● **What the task asks**: Look through the material below. Return exactly the lines from the one with "gates: dict[str, int]" through the one with "alternatives: Mapping[str, float]", both included.
[Available data — start]
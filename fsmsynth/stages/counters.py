"""Timer and counter blocks as logic: excitation of their flip-flops, minimized, as gates.

Each block (:mod:`fsmsynth.model.timers`) is a register with a next-value function of its
bits and its action inputs: a timer is a down-counter with load (a start loads ``N - 1``,
otherwise it counts down to 0 and holds), a counter an up-counter with clear that holds at
its limit.  The next value is built as BDDs from the arithmetic (borrow and carry chains),
not from a list of values, so a 100,000-cycle timer (17 bits) costs what a 4-bit one does.
Values above the block's range never occur from reset: they are don't cares, or with
``unused="safe"`` they go to 0 at the next clock.  From the next value each bit's pins come
out of the storage kind's excitation table, as for state bits, and the readings
(``purge_done``, ``tries_ge_2``) are functions of the bits; all are minimized together by
:func:`fsmsynth.logic.cover.minimize_logic`.

For T flip-flops the result is the textbook counter: a down-counter toggles bit ``i`` when
every lower bit is 0, an up-counter when every lower bit is 1 (Mano & Ciletti, *Digital
Design*, 5th ed., section 6.4, synchronous counters; from memory).

References
----------
Bryant, R. E., "Graph-based algorithms for Boolean function manipulation", *IEEE Trans.
Computers* C-35(8), 1986.
"""

from __future__ import annotations

from collections.abc import Mapping, Sequence
from dataclasses import dataclass, field, replace
from typing import Any

from fsmsynth.base.choices import DEFAULT_STORAGES
from fsmsynth.base.frozen import FrozenMap
from fsmsynth.language.timer_words import Reading, action_signal
from fsmsynth.logic import bdd
from fsmsynth.logic.cost import DEFAULT_WEIGHTS, Cost, CostWeights, cost_of, logic_shape
from fsmsynth.logic.cover import Cover, minimize_logic
from fsmsynth.logic.functions import Function, LogicFunctions
from fsmsynth.model.storage import STORAGES, Storage, storage_named
from fsmsynth.model.timers import Block, TimedMachine, Timer
from fsmsynth.stages.equations import Equation
from fsmsynth.stages.netlist import Netlist, build_netlist


@dataclass(frozen=True, slots=True)
class BlockLogic:
    """One timer or counter built: its storage, functions, cover, gates and cost.

    ``netlist`` stands alone: its inputs are the block's action signals, its outputs its
    readings, its flip-flops bits ``0 .. width-1`` (:func:`fsmsynth.stages.compose.compose`
    places it beside the control machine)."""

    block: Block
    storage: Storage
    functions: LogicFunctions
    cover: Cover
    netlist: Netlist
    cost: Cost

    @property
    def equations(self) -> dict[str, Equation]:
        """Each pin and reading, keyed ``purge.D0`` (pins) or by the reading's signal."""
        out = {}
        for name, terms in zip(self.cover.names, self.cover.terms):
            key = f"{self.block.name}.{name}" if name[:1].isupper() else name
            out[key] = Equation(signal=key, variables=self.cover.variables, terms=terms)
        return out


def block_values(block: Block, q: Sequence[Any], act: dict[str, Any]
                 ) -> tuple[list[Any], Any]:
    """The next value's bits (BDDs over ``q``, bit 0 first, and the actions) and the set of
    values in range, from the arithmetic alone."""
    w = len(q)
    if isinstance(block, Timer):
        zero = bdd.ONE
        dec = []
        for i in range(w):  # borrow chain: bit i flips when every lower bit is 0
            dec.append(q[i] ^ zero)
            zero &= ~q[i]
        start = act.get("start", bdd.ZERO)
        nxt = [(start & _bit(block.top, i)) | (~start & ~zero & dec[i]) for i in range(w)]
    else:
        carry = bdd.ONE
        inc = []
        for i in range(w):  # carry chain: bit i flips when every lower bit is 1
            inc.append(q[i] ^ carry)
            carry &= q[i]
        count, clear = act.get("count", bdd.ZERO), act.get("clear", bdd.ZERO)
        at_top = compare(q, "==", block.top)
        step = count & ~at_top
        nxt = [~clear & ((step & inc[i]) | (~step & q[i])) for i in range(w)]
    return nxt, compare(q, "<=", block.top)


def reading_bdd(block: Block, q: Sequence[Any], reading: Reading) -> Any:
    """A reading as a BDD over the block's bits."""
    if reading.op == "done":
        return compare(q, "==", 0 if isinstance(block, Timer) else block.top)
    return compare(q, reading.op, reading.value)


def compare(q: Sequence[Any], op: str, number: int) -> Any:
    """``value(q) op number`` as a BDD (MSB first: less-than where the first differing bit
    of ``number`` is 1)."""
    below, equal = bdd.ZERO, bdd.ONE
    if number >> len(q):
        below, equal = bdd.ONE, bdd.ZERO
    else:
        for i in reversed(range(len(q))):
            if number >> i & 1:
                below |= equal & ~q[i]
                equal &= q[i]
            else:
                equal &= ~q[i]
    return {"<": below, "<=": below | equal, "==": equal, "!=": ~equal,
            ">": ~(below | equal), ">=": ~below}[op]


def _bit(value: int, i: int) -> Any:
    return bdd.ONE if value >> i & 1 else bdd.ZERO


def block_functions(block: Block, readings: Sequence[Reading], actions: Sequence[str],
                    storage: Storage, unused: str = "dont-care") -> LogicFunctions:
    """Pin functions of every bit (``D0``, ``J1``, ...) and the readings, over the bits
    (``purge.Q0`` ...) and the action signals present (``purge_start``)."""
    w = block.width
    var = bdd.variables(w + len(actions), name="fs_k")
    q = var[:w]
    act = {a: var[w + i] for i, a in enumerate(actions)}
    nxt, care = block_values(block, q, act)
    if unused == "safe":
        nxt = [n & care for n in nxt]
        care = bdd.ONE
    functions = []
    for b in range(w):
        on: dict[str, Any] = {p: bdd.ZERO for p in storage.pins}
        off: dict[str, Any] = {p: bdd.ZERO for p in storage.pins}
        for present in (0, 1):
            for after in (0, 1):
                region = care & (q[b] if present else ~q[b]) & (nxt[b] if after else ~nxt[b])
                for pin, v in zip(storage.pins, storage.pin_values(present, after)):
                    if v == "1":
                        on[pin] |= region
                    elif v == "0":
                        off[pin] |= region
        functions += [Function(f"{pin}{b}", tuple(bdd.cubes_of(on[pin], var)),
                               tuple(bdd.cubes_of(off[pin], var))) for pin in storage.pins]
    for r in readings:
        f = reading_bdd(block, q, r)
        functions.append(Function(r.signal, tuple(bdd.cubes_of(care & f, var)),
                                  tuple(bdd.cubes_of(care & ~f, var))))
    names = tuple(f"{block.name}.Q{b}" for b in range(w)) + tuple(
        action_signal(block.name, a) for a in actions)
    return LogicFunctions(variables=names, functions=tuple(functions), exclusive=tuple(
        (f"{a}{b}", f"{c}{b}") for b in range(w) for a, c in storage.exclusive))


def block_logic(block: Block, readings: Sequence[Reading], actions: Sequence[str],
                storage: str | Storage, *, unused: str = "dont-care",
                weights: CostWeights = DEFAULT_WEIGHTS, logic: str = "heuristic") -> BlockLogic:
    """The block built with ``storage`` (one kind for every bit; ``"best"``, ``"per-bit"``
    or a mixture: the kind of the cheapest block)."""
    if isinstance(storage, Storage) or storage in STORAGES:
        kinds = [storage_named(storage)]
    else:
        kinds = [STORAGES[k] for k in DEFAULT_STORAGES if k in STORAGES]
    built = [_built(block, readings, actions, k, unused, weights, logic) for k in kinds]
    return min(built, key=lambda b: (b.cost.total, b.cost.gate_inputs))


def _built(block: Block, readings: Sequence[Reading], actions: Sequence[str], storage: Storage,
           unused: str, weights: CostWeights, logic: str) -> BlockLogic:
    functions = block_functions(block, readings, actions, storage, unused)
    cover = minimize_logic(functions, weights, logic)
    storages = (storage,) * block.width
    netlist = build_netlist(block.name, functions.variables[block.width:],
                            [r.signal for r in readings], cover, storages, 0)
    cost = cost_of(logic_shape(cover.terms), {storage.name: block.width}, weights)
    return BlockLogic(block=block, storage=storage, functions=functions, cover=cover,
                      netlist=netlist, cost=cost)


def total_cost(costs: Sequence[Cost]) -> Cost:
    """Costs of separate pieces of logic added up (no product is shared between them)."""
    gates: dict[str, int] = {}
    flip_flops: dict[str, int] = {}
    for c in costs:
        for k, v in c.gates.items():
            gates[k] = gates.get(k, 0) + v
        for k, v in c.flip_flops.items():
            flip_flops[k] = flip_flops.get(k, 0) + v
    first = costs[0]
    return replace(first, product_terms=sum(c.product_terms for c in costs),
                   literals=sum(c.literals for c in costs), gates=FrozenMap(gates),
                   gate_inputs=sum(c.gate_inputs for c in costs), flip_flops=FrozenMap(flip_flops),
                   total=sum(c.total for c in costs))


@dataclass(frozen=True, slots=True)
class TimedLogic:
    """How a timed machine was built (on :attr:`fsmsynth.flows.design.Design.timed`).

    Attributes
    ----------
    machine:
        The timed machine.
    choice:
        ``"counters"`` (control machine plus blocks) or ``"unrolled"`` (one plain table).
    blocks:
        The blocks built (empty when unrolled).
    control:
        The control machine's own netlist (readings as inputs, actions as outputs); ``None``
        when unrolled.
    alternatives:
        Total cost of each way that was built (``{"counters": 61.0, "unrolled": 140.0}``).
    """

    machine: TimedMachine
    choice: str
    blocks: tuple[BlockLogic, ...] = ()
    control: Netlist | None = None
    alternatives: Mapping[str, float] = field(default_factory=lambda: FrozenMap({}))

    def describe(self) -> list[str]:
        """Lines for a report: each block, its storage and cost, and the alternatives."""
        lines = []
        for b in self.blocks:
            lines.append(f"{b.block.describe()}; {b.block.width} {b.storage.name.upper()} "
                         f"flip-flops, cost {b.cost.total:g}")
        if self.choice == "unrolled":
            lines.append("timers and counters unrolled into states")
        if len(self.alternatives) > 1:
            lines.append("built both ways: " + ", ".join(
                f"{k} {v:g}" for k, v in self.alternatives.items()) + f"; chose {self.choice}")
        return lines
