"""Equations: a signal's sum of products, printable for people and convertible to sympy."""

from __future__ import annotations

from collections.abc import Mapping
from dataclasses import dataclass
from typing import TYPE_CHECKING

from fsmsynth.logic.cube import Cube

if TYPE_CHECKING:
    import sympy


def _term_key(term: Cube) -> tuple[tuple[int, bool], ...]:
    return tuple(term.literals())


@dataclass(frozen=True, slots=True)
class Equation:
    """``signal = sum of products`` over named variables.

    ``str(eq)`` gives ``"J1 = Q0 x' + Q1"``: literals side by side, ``'`` for a complement,
    ``+`` between products.  ``sympy.sympify(eq)`` (or :meth:`to_sympy`) gives the same
    function as a sympy Boolean expression.

    Attributes
    ----------
    signal:
        What the equation drives: a flip-flop pin (``J1``) or an output name.
    variables:
        Variable names, variable 0 first (``Q0``, ``Q1``, ..., then the inputs).
    terms:
        The product terms; ``()`` is the constant 0, a lone universe cube the constant 1.
    """

    signal: str
    variables: tuple[str, ...]
    terms: tuple[Cube, ...]

    @property
    def expression(self) -> str:
        """The right-hand side in sum-of-products notation."""
        if not self.terms:
            return "0"
        if any(t.care == 0 for t in self.terms):
            return "1"
        return " + ".join(
            " ".join(self.variables[v] + ("" if positive else "'") for v, positive in key)
            for key in sorted(map(_term_key, self.terms)))

    def __str__(self) -> str:
        return f"{self.signal} = {self.expression}"

    def to_sympy(self) -> sympy.logic.boolalg.Boolean:
        """The equation's right-hand side as a sympy Boolean expression."""
        import sympy  # loaded only when asked for (start-up time)
        syms = [sympy.Symbol(v) for v in self.variables]
        products = []
        for key in sorted(map(_term_key, self.terms)):
            products.append(sympy.And(*[syms[v] if positive else sympy.Not(syms[v])
                                        for v, positive in key]))
        return sympy.Or(*products)

    def _sympy_(self) -> sympy.logic.boolalg.Boolean:
        return self.to_sympy()

    def evaluate(self, values: Mapping[str, int]) -> int:
        """The value (0 or 1) under ``values`` (variable name -> 0/1)."""
        point = sum(1 << i for i, v in enumerate(self.variables) if values.get(v))
        return int(any(t.contains_point(point) for t in self.terms))

    @property
    def literal_count(self) -> int:
        """Literals in the right-hand side."""
        return sum(t.literal_count for t in self.terms)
[Available data — finish]
● **Solution for this exercise**:
    gates: dict[str, int] = {}
    flip_flops: dict[str, int] = {}
    for c in costs:
        for k, v in c.gates.items():
            gates[k] = gates.get(k, 0) + v
        for k, v in c.flip_flops.items():
            flip_flops[k] = flip_flops.get(k, 0) + v
    first = costs[0]
    return replace(first, product_terms=sum(c.product_terms for c in costs),
                   literals=sum(c.literals for c in costs), gates=FrozenMap(gates),
                   gate_inputs=sum(c.gate_inputs for c in costs), flip_flops=FrozenMap(flip_flops),
                   total=sum(c.total for c in costs))


@dataclass(frozen=True, slots=True)
class TimedLogic:
    """How a timed machine was built (on :attr:`fsmsynth.flows.design.Design.timed`).

    Attributes
    ----------
    machine:
        The timed machine.
    choice:
        ``"counters"`` (control machine plus blocks) or ``"unrolled"`` (one plain table).
    blocks:
        The blocks built (empty when unrolled).
    control:
        The control machine's own netlist (readings as inputs, actions as outputs); ``None``
        when unrolled.
    alternatives:
        Total cost of each way that was built (``{"counters": 61.0, "unrolled": 140.0}``).
    """

    machine: TimedMachine
    choice: str
    blocks: tuple[BlockLogic, ...] = ()
    control: Netlist | None = None
    alternatives: Mapping[str, float] = field(default_factory=lambda: FrozenMap({}))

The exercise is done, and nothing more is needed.